Go to page 4. Still don't know what the non tobacco ingredient is though.


----------



## exprime8 (May 16, 2011)

yeap some cheap bundle cigars use a paper or "homogenized" binders.


----------



## eNthusiast (Dec 4, 2009)

Mouse poop.


----------



## V-ret (Jun 25, 2012)

eNthusiast said:


> Mouse poop.


Is that where they get the barnyard taste from?


----------



## ghe-cl (Apr 9, 2005)

Tampa Trolleys is a bundle line Newman introduced early this year. They're machine rolled cigars with a Connecticut Broadleaf wrapper, and filler from the DR, Nicaragua and Honduras. Since they made no reference to the binder in any of the material I've seen on the cigars, it seems likely that the binder is homogenized tobacco, which is used in nearly all machine rolled cigars. And it tends to be a mixture of tobacco, paper and other products. There's no way that reference is to the vegetable glue because that's used in every premium cigar and isn't considered part of the composition. You could also give 'em a call and ask (813) 248-2124. And let us know what they say.


----------



## bigb9582 (Aug 1, 2012)

ya im gonna callem when i get up tomarrow.
they are not flavored so thats out, not paper wrapped, so thats out.
soo that eather leaves, dirt, wood,paper, or mouse poop. lol
if i cant get a answer to marrow i may cut one up to see whats in it.


----------



## Cigar Noob (May 22, 2011)

Have you cut one open and looked at the binder? I wonder why you think paper is out when nearly all machine made cigars have what Ghe and a few others mentioned. I think they figured it out already.


----------



## ejgarnut (Sep 28, 2009)

ghe said:


> it seems likely that the binder is homogenized tobacco, which is used in nearly all machine rolled cigars. And it tends to be a mixture of tobacco, paper and other products.
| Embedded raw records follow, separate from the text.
//! Truncated power series whose coefficients are exact numbers or unknown.
//!
//! Every routine applies an identity between true coefficients term by term, so a result is known
//! where all the terms of its identity are. The one rule beyond that is 0 * unknown = 0 and
//! 0 / unknown = 0: an unknown coefficient is still a real number, and every divisor here is
//! different from zero because the function is analytic at the centre.

use rug::ops::Pow;
use rug::{Integer, Rational};

use crate::function::exact::Exact;

/// An exact number, or unknown.
pub(super) type Known = Option<Exact>;

/// The first coefficients of a power series.
pub(super) type Taylor = Vec<Known>;

/// Numerators and denominators that pass this size are given up as unknown, so that the work is
/// bounded.
const BITS: u32 = 4000;

fn fits(value: &Rational) -> bool {
    value.numer().significant_bits() <= BITS && value.denom().significant_bits() <= BITS
}

/// The number, unless it has grown too long.
pub(super) fn capped(value: Exact) -> Known {
    (fits(&value.rational) && fits(&value.pi_multiple)).then_some(value)
}

fn zero() -> Known {
    Some(Exact::zero())
}

fn is_zero(known: &Known) -> bool {
    matches!(known, Some(value) if value.is_zero())
}

fn sum(left: &Known, right: &Known) -> Known {
    let (left, right) = (left.as_ref()?, right.as_ref()?);
    capped(Exact {
        rational: Rational::from(&left.rational + &right.rational),
        pi_multiple: Rational::from(&left.pi_multiple + &right.pi_multiple),
    })
}

/// The negative of a number.
pub(super) fn negated(known: &Known) -> Known {
    known.as_ref().map(|value| Exact {
        rational: Rational::from(-&value.rational),
        pi_multiple: Rational::from(-&value.pi_multiple),
    })
}

fn times_rational(known: &Known, factor: &Rational) -> Known {
    if factor.is_zero() {
        return zero();
    }
    let value = known.as_ref()?;
    capped(Exact {
        rational: Rational::from(&value.rational * factor),
        pi_multiple: Rational::from(&value.pi_multiple * factor),
    })
}

fn multiple(left: &Known, right: &Known) -> Known {
    if is_zero(left) || is_zero(right) {
        return zero();
    }
    let (first, second) = (left.as_ref()?, right.as_ref()?);
    if let Some(factor) = first.as_rational() {
        times_rational(right, factor)
    } else if let Some(factor) = second.as_rational() {
        times_rational(left, factor)
    } else {
        None
    }
}

/// The quotient by a number that is not zero: known if the divisor is rational, or if both are
/// rational multiples of pi.
fn ratio(dividend: &Known, divisor: &Known) -> Known {
    if is_zero(divisor) {
        return None;
    }
    if is_zero(dividend) {
        return zero();
    }
    let (numerator, denominator) = (dividend.as_ref()?, divisor.as_ref()?);
    if let Some(rational) = denominator.as_rational() {
        times_rational(dividend, &Rational::from(rational.recip_ref()))
    } else if numerator.as_pi_multiple().is_some() && denominator.as_pi_multiple().is_some() {
        capped(Exact::from(Rational::from(
            &numerator.pi_multiple / &denominator.pi_multiple,
        )))
    } else {
        None
    }
}

/// The root of an integer > 0, if it is an integer.
pub(super) fn integer_root(value: &Integer, degree: u32) -> Option<Integer> {
    if *value == 1 {
        return Some(Integer::from(1));
    }
    if degree > BITS {
        return None;
    }
    let (root, remainder) = value.clone().root_rem(Integer::new(), degree);
    remainder.is_zero().then_some(root)
}

/// An integer power of a rational number > 0.
pub(super) fn number_power(base: &Rational, exponent: i32) -> Known {
    let bits = base
        .numer()
        .significant_bits()
        .max(base.denom().significant_bits());
    if *base != 1 && u64::from(bits - 1) * u64::from(exponent.unsigned_abs()) > u64::from(BITS) {
        return None;
    }
    capped(Exact::from(base.clone().pow(exponent)))
}

/// [value, 0, 0, ...]
pub(super) fn constant(count: usize, value: Known) -> Taylor {
    let mut coefficients = vec![zero(); count];
    coefficients[0] = value;
    coefficients
}

/// The series with another constant term.
pub(super) fn with_value(mut series: Taylor, value: Known) -> Taylor {
    series[0] = value;
    series
}

/// The product by a constant that is not in Q + Q pi: only zeros stay known.
pub(super) fn times_unknown(u: &[Known]) -> Taylor {
    u.iter()
        .map(|known| if is_zero(known) { zero() } else { None })
        .collect()
}

pub(super) fn negate(u: &[Known]) -> Taylor {
    u.iter().map(negated).collect()
}

pub(super) fn add(u: &[Known], v: &[Known]) -> Taylor {
    u.iter()
        .zip(v)
        .map(|(left, right)| sum(left, right))
        .collect()
}

pub(super) fn subtract(u: &[Known], v: &[Known]) -> Taylor {
    u.iter()
        .zip(v)
        .map(|(left, right)| sum(left, &negated(right)))
        .collect()
}

/// u_0 v_k + u_1 v_{k-1} + ... + u_k v_0 from the given first index of u on.
fn convolution(u: &[Known], v: &[Known], first: usize, k: usize) -> Known {
    let mut total = zero();
    for j in first..=k {
        total = sum(&total, &multiple(&u[j], &v[k - j]));
        if total.is_none() {
            break;
        }
    }
    total
}

pub(super) fn product(u: &[Known], v: &[Known]) -> Taylor {
    (0..u.len()).map(|k| convolution(u, v, 0, k)).collect()
}

/// q = u/v with v_0 different from zero: v_0 q_k = u_k - sum_{j=1..k} v_j q_{k-j}.
pub(super) fn quotient(u: &[Known], v: &[Known]) -> Taylor {
    let mut result: Taylor = Vec::with_capacity(u.len());
    for k in 0..u.len() {
        let mut rest = u[k].clone();
        for j in 1..=k {
            rest = sum(&rest, &negated(&multiple(&v[j], &result[k - j])));
        }
        result.push(ratio(&rest, &v[0]));
    }
    result
}

/// u^n by repeated squaring; u^0 = 1.
pub(super) fn power_integer(u: &[Known], exponent: u32) -> Taylor {
    let mut result = constant(u.len(), Some(Exact::from(Rational::from(1))));
    for position in (0..u32::BITS - exponent.leading_zeros()).rev() {
        result = product(&result, &result);
        if exponent >> position & 1 == 1 {
            result = product(&result, u);
        }
    }
    result
}

/// The derivative: (k + 1) u_{k+1}, one term shorter.
fn derivative(u: &[Known]) -> Taylor {
    (1..u.len())
        .map(|k| times_rational(&u[k], &Rational::from(k)))
        .collect()
}

/// The integral of u' w with a given value at the centre.
pub(super) fn integral(u: &[Known], w: &[Known], value: Known) -> Taylor {
    let slopes = derivative(u);
    let mut result = Vec::with_capacity(u.len());
    result.push(value);
    for k in 1..u.len() {
        result.push(times_rational(
            &convolution(&slopes, w, 0, k - 1),
            &Rational::from((1, k)),
        ));
    }
    result
}

/// y = exp(u): y' = u' y, so k y_k = sum_{j=1..k} j u_j y_{k-j}.
pub(super) fn exponential(u: &[Known], value: Known) -> Taylor {
    let slopes = derivative(u);
    let mut result = Vec::with_capacity(u.len());
    result.push(value);
    for k in 1..u.len() {
        let next = convolution(&slopes, &result, 0, k - 1);
        result.push(times_rational(&next, &Rational::from((1, k))));
    }
    result
}

/// y = log(u): y' = u'/u.
pub(super) fn logarithm(u: &[Known], value: Known) -> Taylor {
    let mut slopes = derivative(u);
    slopes.push(None);
    integrate(&quotient(&slopes, u), value)
}

/// The integral of a series with a given value at the centre; the last coefficient is not used.
fn integrate(slopes: &[Known], value: Known) -> Taylor {
    let mut result = Vec::with_capacity(slopes.len());
    result.push(value);
    for k in 1..slopes.len() {
        result.push(times_rational(&slopes[k - 1], &Rational::from((1, k))));
    }
    result
}

/// y = u^r by Miller's recurrence, from u y' = r u' y:
/// k u_0 y_k = sum_{j=1..k} (r j - (k - j)) u_j y_{k-j}.
///
/// Where u_0 = 0 the power is not analytic and only its value is kept.
pub(super) fn power(u: &[Known], exponent: &Rational, value: Known) -> Taylor {
    let mut result = Vec::with_capacity(u.len());
    result.push(value);
    if is_zero(&u[0]) || !fits(exponent) {
        result.resize(u.len(), None);
        return result;
    }
    for k in 1..u.len() {
        let mut total = zero();
        for j in 1..=k {
            let weight = exponent * Rational::from(j) - Rational::from(k - j);
            total = sum(
                &total,
                &times_rational(&multiple(&u[j], &result[k - j]), &weight),
            );
        }
        result.push(ratio(
            &times_rational(&total, &Rational::from((1, k))),
            &u[0],
        ));
    }
    result
}

/// (s, c) with s' = u' c and c' = -u' s (circular) or c' = u' s (hyperbolic).
pub(super) fn rotation(
    u: &[Known],
    sine: Known,
    cosine: Known,
    circular: bool,
) -> (Taylor, Taylor) {
    let slopes = derivative(u);
    let (mut sines, mut cosines) = (vec![sine], vec![cosine]);
    for k in 1..u.len() {
        let factor = Rational::from((1, k));
        let sine = times_rational(&convolution(&slopes, &cosines, 0, k - 1), &factor);
        let cosine = times_rational(&convolution(&slopes, &sines, 0, k - 1), &factor);
        sines.push(sine);
        cosines.push(if circular { negated(&cosine) } else { cosine });
    }
    (sines, cosines)
}

/// y = tan(u) from y' = u' (1 + y^2), or y = tanh(u) from y' = u' (1 - y^2).
pub(super) fn tangent(u: &[Known], value: Known, circular: bool) -> Taylor {
    let slopes = derivative(u);
    let mut result = vec![value];
    let mut derivatives: Taylor = Vec::new();
    for k in 1..u.len() {
        let square = convolution(&result, &result, 0, k - 1);
        let square = if circular { square } else { negated(&square) };
        let one = Some(Exact::from(Rational::from(u32::from(k == 1))));
        derivatives.push(sum(&one, &square));
        let next = convolution(&slopes, &derivatives, 0, k - 1);
        result.push(times_rational(&next, &Rational::from((1, k))));
    }
    result
}
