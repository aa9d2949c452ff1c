//! The `boundmark` command.

use std::process::ExitCode;

use clap::Parser;

use boundmark::cli;

fn main() -> ExitCode {
    if let Err(message) = cli::processor::check() {
        eprintln!("boundmark: {message}");
        return ExitCode::from(cli::BAD_INPUT);
    }
    let arguments = cli::arguments::Arguments::parse();
    ExitCode::from(cli::run(&arguments))
}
i think you nailed it with this explanation

the "non-tobacco ingredients" disclaimer is the same as found on swisher sweets & other machine made cigars


----------



## bigb9582 (Aug 1, 2012)

Cigar Noob said:


> Have you cut one open and looked at the binder? I wonder why you think paper is out when nearly all machine made cigars have what Ghe and a few others mentioned. I think they figured it out already.
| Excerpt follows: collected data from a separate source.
fn approximant(approximant: &Approximant, reference: &str) -> model::Approximant {
    let mut conventions = BTreeMap::new();
    let mut steps = None;
    match &approximant.basis {
        Basis::Power { order, parity, .. } => {
            conventions.insert("order".to_owned(), order.name().to_owned());
            if let Some(parity) = parity {
                conventions.insert("parity".to_owned(), parity.name().to_owned());
            }
        }
        Basis::Chebyshev {
            order,
            parity,
            first,
            ..
        } => {
            conventions.insert("order".to_owned(), order.name().to_owned());
            conventions.insert("first".to_owned(), first.name().to_owned());
            if let Some(parity) = parity {
                conventions.insert("parity".to_owned(), parity.name().to_owned());
            }
        }
        Basis::Bernstein { order, .. } => {
            conventions.insert("order".to_owned(), order.name().to_owned());
        }
        Basis::Hermite { scaling } => {
            conventions.insert("scaling".to_owned(), scaling.name().to_owned());
        }
        Basis::Steps { constants, .. } => {
            let texts = |numbers: &[Rational]| numbers.iter().map(exact).collect::<Vec<_>>();
            steps = Some(model::Steps {
                constants: constants
                    .iter()
                    .map(|(name, constant)| {
                        let values = match constant {
                            ConstantValue::Number(number) => {
                                model::StepConstant::Number(exact(number))
                            }
                            ConstantValue::Array(numbers) => {
                                model::StepConstant::Array(texts(numbers))
                            }
                        };
                        (name.clone(), values)
                    })
                    .collect(),
                steps: lines_of(approximant),
            });
        }
    }
    model::Approximant {
        id: approximant.id.clone(),
        reference: model::Reference {
            formula: reference.to_owned(),
        },
        basis: approximant.basis.name().to_owned(),
        conventions,
        stored_as: approximant
            .stored_as
            .map_or("exact", |format| format.name())
            .to_owned(),
        owner: owner(approximant.owner).to_owned(),
        steps,
        pieces: approximant.pieces.iter().map(stored_piece).collect(),
    }
}

/// The steps as given: the text of their formula, one to a line.
fn lines_of(approximant: &Approximant) -> Vec<String> {
    let form = approximant.pieces.first().map(|piece| &piece.form);
    match form {
        Some(Form::Formula(formula)) => formula.text().lines().map(str::to_owned).collect(),
        _ => Vec::new(),
    }
}

fn owner(owner: Owner) -> &'static str {
    match owner {
        Owner::Left => "left",
        Owner::Right => "right",
    }
}

fn stored_piece(piece: &Piece) -> model::StoredPiece {
    let texts = |numbers: &[Rational]| Some(numbers.iter().map(exact).collect::<Vec<_>>());
    let (origin, scale) = match &piece.form {
        Form::Polynomial(polynomial) => {
            (Some(end(&polynomial.origin)), Some(end(&polynomial.scale)))
        }
        Form::Formula(_) => (None, None),
    };
    let (coefficients, left_taylor, right_taylor) = match &piece.stored {
        Stored::Coefficients(numbers) => (texts(numbers), None, None),
        Stored::Ends { left, right } => (None, texts(left), texts(right)),
        Stored::Steps => (None, None, None),
    };
    model::StoredPiece {
        on: ends(&piece.on),
        origin,
        scale,
        coefficients,
        left_taylor,
        right_taylor,
    }
}

fn end(constant: &Constant) -> String {
    match constant.as_rational() {
        Some(x) => exact(x),
        None => constant.text().to_owned(),
    }
}

fn ends(on: &[Constant; 2]) -> [String; 2] {
    [end(&on[0]), end(&on[1])]
}

fn assumptions(file: &AuditFile) -> Vec<String> {
    let mut sentences = vec![
        "The reference formulas and the approximants are stated as intended.".to_owned(),
        "MPFR and GMP round as they document; inari's interval operations contain what they \
         enclose; compiler and processor carry out IEEE 754 arithmetic with the rounding asked for."
            .to_owned(),
        "The claims are about the exact functions that the stored coefficients define, for real \
         arguments: the rounding of a program that evaluates them is not part of these claims."
            .to_owned(),
        "A certificate covers the model stated here, not the system built from it.".to_owned(),
    ];
    for audited in &file.approximants {
        let approximant = &audited.approximant;
        if let Some(format) = approximant.stored_as
            && approximant.storage_rounding.changed > 0
        {
            sentences.push(format!(
                "{}: {} of {} stored numbers differ from the numbers written, being rounded to {} \
                 (nearest, ties to even).",
                approximant.id,
                approximant.storage_rounding.changed,
                approximant.storage_rounding.numbers,
                format.name()
            ));
        }
    }
    sentences
}

fn claim(file: &AuditFile, outcome: &ClaimOutcome) -> model::Claim {
    let claim = &file.claims[outcome.claim];
    let summary = &outcome.summary;
    let (absolute_part, relative_part) = match &claim.measure {
        ErrorMeasure::Mixed {
            absolute_part,
            relative_part,
        } => (Some(exact(absolute_part)), Some(exact(relative_part))),
        _ => (None, None),
    };
    let worst = summary.worst.map(|index| &outcome.pieces[index]);
    let worst_at = worst.and_then(|(piece, result)| Some(place(result.at.as_ref()?, *piece)));
    let witness = (summary.verdict == Verdict::Fails)
        .then(|| {
            worst.and_then(|(piece, result)| witness(file, outcome, *piece, result.at.as_ref()?))
        })
        .flatten();
    let reason = (summary.verdict == Verdict::Undecided).then(|| reason(outcome));
    model::Claim {
        id: claim.id.clone(),
        approximant: file.approximants[outcome.approximant]
            .approximant
            .id
            .clone(),
        of: claim.subject.name().to_owned(),
        error: claim.measure.name().to_owned(),
        absolute_part,
        relative_part,
        on: outcome.on.iter().map(ends).collect(),
        at_most: claim.at_most.as_ref().map(|bound| bound.text.clone()),
        verdict: match summary.verdict {
            Verdict::Holds => model::Verdict::Holds,
            Verdict::Fails => model::Verdict::Fails,
            Verdict::Undecided => model::Verdict::Undecided,
            Verdict::Measured => model::Verdict::Measured,
        },
        enclosure: outward(&summary.enclosure),
        signed: [outward(&summary.minimum), outward(&summary.maximum)],
        worst_at,
        witness,
        reason,
        notes: notes(outcome),
    }
}

fn notes(outcome: &ClaimOutcome) -> Vec<String> {
    let mut notes = Vec::new();
    for (_, piece) in &outcome.pieces {
        for point in &piece.by_continuity {
            let note = format!(
                "at x = {} the value is taken by continuity",
                exact_place(point)
            );
            if !notes.contains(&note) {
                notes.push(note);
            }
        }
    }
    let zero = outcome
        .pieces
        .iter()
        .find_map(|(_, piece)| piece.unbounded.as_ref());
    if let Some(zero) = zero {
        notes.push(format!(
            "the relative error is unbounded: the reference vanishes at or near x = {}, where the \
             approximant does not; claim a mixed error, or leave the zero out with `except`",
            rounded_down(&zero.ball(128).lower(), 10)
        ));
    }
    notes
}

/// Why a claim is undecided.
fn reason(outcome: &ClaimOutcome) -> String {
    let Some((piece, result)) = outcome
        .summary
        .unfinished
        .map(|index| &outcome.pieces[index])
    else {
        return "the bound lies inside the enclosure, whose ends cannot be brought closer: the \
                supremum equals the bound, or all but; loosen at_most slightly"
            .to_owned();
    };
    let near = |x: &Rational| {
        let x = Float::with_val(53, x);
        rounded_down(&x, 10)
    };
    match &result.unfinished {
        Some(Unfinished::Refused { at, refusal, part }) => format!(
            "near x = {} (piece {}) {} of the {} could not be shown to be {}",
            near(at),
            piece + 1,
            "an operation",
            part.name(),
            refusal.kind.requirement(),
        ),
        Some(Unfinished::ZeroOfReference { at }) => format!(
            "the reference vanishes near x = {} (piece {}), and the approximant is not proved to \
             vanish there too",
            near(at),
            piece + 1
        ),
        Some(Unfinished::Precision { at }) => format!(
            "near x = {} (piece {}) approximant and reference agree to all bits that are computed",
            near(at),
            piece + 1
        ),
        Some(Unfinished::Budget) | None => format!(
            "the work allowed ran out on piece {} after {} units; a larger --effort allows more",
            piece + 1,
            result.work
        ),
    }
}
sorry what i ment by no paper was the outside (like a whiteowl, philli's, etc.)
im bout to go cut open the nub thats left in the ash tray in a few mins.


----------



## bigb9582 (Aug 1, 2012)

well i pulled the 2"ish nub out of the trayand here is what i got
leaf on outside, what i though was leaf for the binder until i relized there was no veins in it, a weirdly cut paper thing goin around the tip and then tobaccy inside.
so yes it does have a paper binder and the weirdly cut paper below were i cut the tip.
o well ill smoke up this bundle and look fer another "true hand made yardgar"
now to go get the nasty stale gar smell off my hands


----------



## eNthusiast (Dec 4, 2009)

Where the hell is cigar city, USA? I need to visit...


----------



## exprime8 (May 16, 2011)

bigb9582 said:


> well i pulled the 2"ish nub out of the trayand here is what i got
> leaf on outside, what i though was leaf for the binder until i relized there was no veins in it, a weirdly cut paper thing goin around the tip and then tobaccy inside.
> so yes it does have a paper binder and the weirdly cut paper below were i cut the tip.
> o well ill smoke up this bundle and look fer another "true hand made yardgar"
> now to go get the nasty stale gar smell off my hands


yeap, all the cheap machine made $20 dollar a bundle cigars that i have opened up have that same brown paper and what ever it is on the head, nothing new, you get what you pay for...


----------



## bigb9582 (Aug 1, 2012)

ya, im still learning this cigar stuff, i always figured the machine made ones had the "paper" on the outside. plus these didnt say machine made or anything and i didnt think to ask the shop owner, o well lesson learned.
btw i think cigar city is in tampa trolleys back yard right beside their cigar rolling machines, lol


----------



## Loki21 (Jul 19, 2012)

Very interesting read. Thanks for the post and letting me learn something new.


----------



## Cigar Noob (May 22, 2011)

exprime8 said:


> yeap, all the cheap machine made $20 dollar a bundle cigars that i have opened up have that same brown paper and what ever it is on the head, nothing new, you get what you pay for...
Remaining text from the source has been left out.